In the case of stablecoins — privately produced digital currencies meant to preserve parity with the value of various fiat currencies — the BoE research underlined that future demand and hence the scope of their potential effects remain difficult to predict, as they are now marginal. Nonetheless, the central bank investigated several reasons why these new forms of private money could be favoured over commercial bank deposits in the future.
In examining stablecoins and their possible systemic effects, the Bank of England distinguishes between their payment functions and their usage as private money. In both cases, the central bank highlighted that they will be expected to achieve regulatory norms that are similar to either regular payment networks or the traditional banking framework.
Issuers will face “capital requirements, liquidity requirements, central bank support, and a backstop to compensate depositors in the event of failure.”
The importance of stablecoins has been highlighted by the Bank of England, which has stated that commercial banks have never before faced a system-wide displacement of the deposits they create, and thus may need to adapt their balance sheets in response to potential outflows just to maintain their current liquidity ratio. The Bank of England expects this increase in commercial bank financing costs to lead to an increase in interest rates on new bank lending.
In the case of central bank digital currencies, or CBDCs, the BoE has emphasised on the need to guarantee the broadest possible financial inclusion while also taking into account criticism from outside the central bank that has campaigned for CBDC transaction privacy.
While the BoE is primarily assessing CBDCs from a payment standpoint, it is also assessing elements linked to their prospective use as a store of value and, as a result, whether a future CBDC could carry interest.

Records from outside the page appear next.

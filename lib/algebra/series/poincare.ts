import { guessRational, type RationalGuess } from "./guess";
import { truncatedSeries, type TruncatedSeries } from "./power";

/// The Poincaré series Σ β_i t^i of a module from its Betti totals (the exact ones), with a
/// rational function that fits every term or null when too few terms are known.
export interface PoincareSeries {
  series: TruncatedSeries;
  rational: RationalGuess | null;
}

export function poincareSeries(bettiTotals: readonly number[]): PoincareSeries {
  const series = truncatedSeries(bettiTotals);
  return { series, rational: guessRational(series) };
}
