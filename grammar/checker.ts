/// The type checker: walks a parsed program statement by statement with an
/// environment of bindings, gives every expression a type from the signature table,
/// and reports every misuse with where, what was expected, what was found and the
/// obvious fix. Never throws on any AST the parser produces.
import { LIMIT_TABLE } from "../lib/limits";
import type * as A from "./ast";
import type { Analysis, Diagnostic, Env, NameResolution, SubscriptInfo } from "./analysis";
import type { ParseResult } from "./parser";
import { readRingLiteral } from "./ring-literal";
import { gradedProblems } from "./graded-check";
import {
  CONSTANTS,
  FUNCTIONS,
  lookupFunction,
  lookupProperty,
  operatorRows,
  ORDER_NAMES,
  propertiesOf,
  type FunctionSig,
  type OperatorName,
  type OperatorSig,
  type Overload,
  type PropertySig,
} from "./signatures";
import { isPrime, nearest, nextPrime, previousPrime } from "./suggest";
import { isAssignable, isFamilyMember, joinTypes, makeUnion, orNone, sameType, T, typeToString, withArticle, type Type } from "./types";

/// Literal exponents above this are refused before anything runs.
export const MAX_LITERAL_EXPONENT = BigInt(LIMIT_TABLE.literalExponent.value);
const MAX_PRIME = 2n ** 31n;
const MAX_LAMBDA_DEPTH = 8;
/// Deeper expressions are refused rather than risking the call stack.
const MAX_DEPTH = LIMIT_TABLE.expressionNesting.value;

const constantIndex = new Map(CONSTANTS.map((c) => [c.name, c]));
const functionNames = FUNCTIONS.map((f) => f.name);

interface LambdaInfo {
  readonly node: A.Lambda;
  readonly locals: readonly Map<string, Type>[];
  readonly ring: string | null;
}
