import { describe, expect, it } from "vitest";
import { envFromObjects, typeOfValueJson } from "@/lib/editor/notation-env";

describe("envFromObjects", () => {
  it("gives rings their variables and picks the newest ring as current", () => {
    // lib/notation/README.md (JSON encoding): a Ring's JSON carries "vars"; the checker needs them to read literals.
    const env = envFromObjects([
      { name: "S", type: "Ring", value: { type: "Ring", vars: ["x", "y", "z"] }, updatedAt: "2026-01-01T00:00:00Z" },
      { name: "I", type: "Ideal", value: { type: "Ideal" }, updatedAt: "2026-01-02T00:00:00Z" },
      { name: "A", type: "Ring", value: { type: "Ring", vars: ["a", "b"] }, updatedAt: "2026-01-03T00:00:00Z" },
    ]);
    expect(env.bindings.S).toEqual({ kind: "Ring", vars: ["x", "y", "z"] });
    expect(env.bindings.I).toEqual({ kind: "Ideal" });
    expect(env.currentRing).toBe("A");
  });

  it("has no current ring without rings", () => {
    expect(envFromObjects([{ name: "n", type: "Int", value: { type: "Int" } }]).currentRing).toBeNull();
  });

  it("types lists by their first item and unknown JSON as Any", () => {
    expect(typeOfValueJson({ type: "List", items: [{ type: "Ideal" }] })).toEqual({ kind: "List", item: { kind: "Ideal" } });
    expect(typeOfValueJson({ type: "Mystery" })).toEqual({ kind: "Any" });
    expect(typeOfValueJson(null)).toEqual({ kind: "Any" });
  });
});
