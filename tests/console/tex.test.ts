import { describe, expect, it } from "vitest";
import katex from "katex";
import { texOfExpression, texOfIdeal, texOfMatrix, texOfVariable, texOrVerbatim } from "@/app/_console/render/tex";
import { texOfHilbertSeries, ascendingPolyText } from "@/app/_console/render/series";
import { texOfRankChain } from "@/app/_console/render/chain";

// Every TeX string must be accepted by KaTeX itself (the renderer the page uses).
const parses = (tex: string) => expect(() => katex.renderToString(tex, { throwOnError: true })).not.toThrow();

describe("texOfExpression", () => {
  it("typesets the canonical text of lib/notation/README.md (the JSON encoding)", () => {
    expect(texOfExpression("x^2*y-2*x+3")).toBe("x^{2}y - 2x + 3");
    expect(texOfExpression("3/4*x^2-y")).toBe("\\frac{3}{4}x^{2} - y");
    expect(texOfExpression("-x*y")).toBe("-xy");
  });

  it("keeps a visible product sign before a digit", () => {
    expect(texOfExpression("2*3")).toBe("2 \\cdot 3");
  });

  it("subscripts indexed variables and keeps primes", () => {
    expect(texOfVariable("x12")).toBe("x_{12}");
    expect(texOfVariable("y_2")).toBe("y_{2}");
    expect(texOfVariable("a'")).toBe("a'");
    expect(texOfVariable("alpha")).toBe("\\mathit{alpha}");
    expect(texOfExpression("x1^3*x2")).toBe("x_{1}^{3}x_{2}");
  });

  it("typesets rational functions", () => {
    expect(texOfExpression("(1+t)/(1-t)^3")).toBe("\\frac{1 + t}{\\left(1 - t\\right)^{3}}");
  });

  it("returns null for text outside the arithmetic form, and verbatim escapes it", () => {
    expect(texOfExpression("x +* y")).toBeNull();
    expect(texOfExpression("")).toBeNull();
    const v = texOrVerbatim("a{b}_c^d");
    expect(v.startsWith("\\texttt{")).toBe(true);
    parses(v);
  });

  it("produces TeX KaTeX accepts", () => {
    for (const t of ["x^2*y-2*x+3", "3/4*x^2-y", "(1+t)/(1-t)^3", "x1^3*x2-a'*b_7"]) parses(texOfExpression(t)!);
    parses(texOfIdeal(["x*y", "y*z"]));
    parses(texOfIdeal([]));
    parses(
      texOfMatrix([
        ["x", "y", "z"],
        ["y", "z", "w"],
      ]),
    );
  });
});

describe("series and chains", () => {
  it("writes a Hilbert numerator in ascending powers", () => {
    // Twisted cubic: H(t) = (1 − 3t² + 2t³)/(1 − t)⁴ (its Betti numbers 1, 3, 2 in
    // degrees 0, 2, 3; Eisenbud, The Geometry of Syzygies, 2005, Ch. 1).
    expect(ascendingPolyText(["1", "0", "-3", "2"])).toBe("1-3*t^2+2*t^3");
    const tex = texOfHilbertSeries(["1", "0", "-3", "2"], "(1-t)^4");
    expect(tex).toBe("\\frac{1 - 3t^{2} + 2t^{3}}{\\left(1 - t\\right)^{4}}");
    parses(tex);
    // issue 16: a module generated in degree −2 has the factor t^{-2} in front
    expect(texOfHilbertSeries(["1", "-2", "1"], "(1-t)^2", -2)).toMatch(/^t\^\{-2\} \\cdot \\frac/);
  });

  it("writes a resolution as a chain of ranks", () => {
    expect(texOfRankChain([1, 3, 2], true)).toBe("0 \\leftarrow R \\leftarrow R^{3} \\leftarrow R^{2} \\leftarrow 0");
    expect(texOfRankChain([1, 4], false)).toContain("\\cdots");
    parses(texOfRankChain([1, 3, 2], true));
  });
});
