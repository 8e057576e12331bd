import { describe, expect, it } from "vitest";
import { analyze } from "@/grammar";
import { GUIDED_TOUR } from "@/lib/examples/tour";

describe("the guided first steps", () => {
  it("has six to eight examples, each explained", () => {
    expect(GUIDED_TOUR.length).toBeGreaterThanOrEqual(6);
    expect(GUIDED_TOUR.length).toBeLessThanOrEqual(8);
    for (const e of GUIDED_TOUR) {
      expect(e.computes.length, e.id).toBeGreaterThan(20);
      expect(e.why.length, e.id).toBeGreaterThan(20);
      expect(e.lookAt.length, e.id).toBeGreaterThan(20);
    }
    expect(new Set(GUIDED_TOUR.map((e) => e.id)).size).toBe(GUIDED_TOUR.length);
  });

  it.each(GUIDED_TOUR.map((e) => [e.id, e.source] as const))("example %s passes the notation's checker in a new session", (_id, source) => {
    // The grammar's own parser and type checker (grammar/README.md §8: every program is
    // checked before anything runs) must accept each example with no bindings at all.
    expect(analyze(source).errors).toEqual([]);
  });
});
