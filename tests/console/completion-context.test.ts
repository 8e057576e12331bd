import { describe, expect, it } from "vitest";
import { completionPlace } from "@/lib/editor/completion-context";

// Positions are given by a `|` in the text, removed before classifying.
const at = (marked: string) => {
  const pos = marked.indexOf("|");
  return completionPlace(marked.slice(0, pos) + marked.slice(pos + 1), pos);
};

describe("completionPlace", () => {
  it("recognises a property after a dot (grammar/signatures.ts: R.vars)", () => {
    expect(at("R.|")).toEqual({ kind: "property", dot: 1, from: 2 });
    expect(at("resolve(S / I).be|")).toEqual({ kind: "property", dot: 14, from: 15 });
  });

  it("does not take a range `..` for a property", () => {
    expect(at("2..|").kind).toBe("name");
  });

  it("offers options inside a call (grammar/signatures.ts: resolve(M, length = n))", () => {
    expect(at("resolve(|")).toEqual({ kind: "option", fn: "resolve", from: 8 });
    expect(at("resolve(S / I, le|")).toEqual({ kind: "option", fn: "resolve", from: 15 });
    expect(at("resolve(S / <x*y, |").kind).toBe("name");
  });

  it("offers ring options after `;` in ring brackets (grammar/README.md §4)", () => {
    expect(at("Q[x, y; |")).toEqual({ kind: "ring-option", from: 8 });
    expect(at("Q[x, |").kind).toBe("name");
  });

  it("falls back to a plain name, also across lines", () => {
    expect(at("S := Q[x]\nbur|")).toEqual({ kind: "name", from: 10 });
    expect(at("resolve(x)\n|").kind).toBe("name");
  });
});
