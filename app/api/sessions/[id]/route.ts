import { NextResponse } from "next/server";
import { z } from "zod";
import { atMost } from "@/lib/limits";
import { requireUser, requireUserOrLink } from "@/lib/auth/current-user";
import { readJson } from "@/lib/http/body";
import { deleteSession, renameSession } from "@/lib/sessions/manage";
import { requireSessionAccess } from "@/lib/auth/access";
import { route } from "@/lib/http/errors";
import { linkToken } from "@/lib/sessions/link-token";
import { ownerName } from "@/lib/sessions/store";
import { canManageSharing } from "@/lib/sharing/shares";
import type { SessionDetail } from "@/lib/wire/sessions";

type Context = { params: Promise<{ id: string }> };

export const GET = route(async (req, { params }: Context) => {
  const token = linkToken(req);
  const user = await requireUserOrLink(token);
  const { id } = await params;
  const { session, role } = await requireSessionAccess(user, id, "read", { linkToken: token });
  return NextResponse.json({
    session: {
      id: session.id,
      title: session.title,
      ownerName: await ownerName(session.ownerId),
      visibility: session.visibility,
      access: role,
      canEdit: role === "owner" || role === "editor",
      canManageSharing: user !== null && (await canManageSharing(user, session)),
    } satisfies SessionDetail,
  });
});

const Rename = z
  .object({
    title: z
      .string()
      .trim()
      .min(1, "give the session a title")
      .max(...atMost("titleChars")),
  })
  .strict();

/// Renames the session (its owner only).
export const PATCH = route(async (req, { params }: Context) => {
  const user = await requireUser();
  const { id } = await params;
  const { title } = await readJson(req, Rename, { limit: "shortBodyBytes" });
  const session = await renameSession(user, id, title, linkToken(req));
  return NextResponse.json({ session: { id: session.id, title: session.title } });
});

/// Deletes the session with its cells and objects (its owner only; the console confirms first).
export const DELETE = route(async (req, { params }: Context) => {
  const user = await requireUser();
  const { id } = await params;
  await deleteSession(user, id, linkToken(req));
  return NextResponse.json({ deleted: true });
});
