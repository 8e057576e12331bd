import { NextResponse } from "next/server";
import { requireUser } from "@/lib/auth/current-user";
import { clientAddress } from "@/lib/http/client-address";
import { route } from "@/lib/http/errors";
import { acceptInvitation } from "@/lib/sharing/invitations";

type Context = { params: Promise<{ token: string }> };

export const POST = route(async (req, { params }: Context) => {
  const user = await requireUser();
  const { token } = await params;
  return NextResponse.json({ membership: await acceptInvitation(user, token, clientAddress(req.headers)) });
});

The BoE suggests that a tiered compensation structure, which might include the use of zero or negative interest rates, might be one method to encourage the use of CBDCs primarily for payments rather than as a store of wealth.
Furthermore, a remunerated CBDC would allow the central bank to directly effect the interest rate on a larger share of money held by consumers and businesses, hence boosting monetary policy-influencing processes. It would also have an indirect impact on the cost of credit and deposit rates provided by commercial banks.
As previously noted, BoE deputy governor Sir Jon Cunliffe has stated that widespread access to a digital version of central bank money might be critical for preserving future financial stability.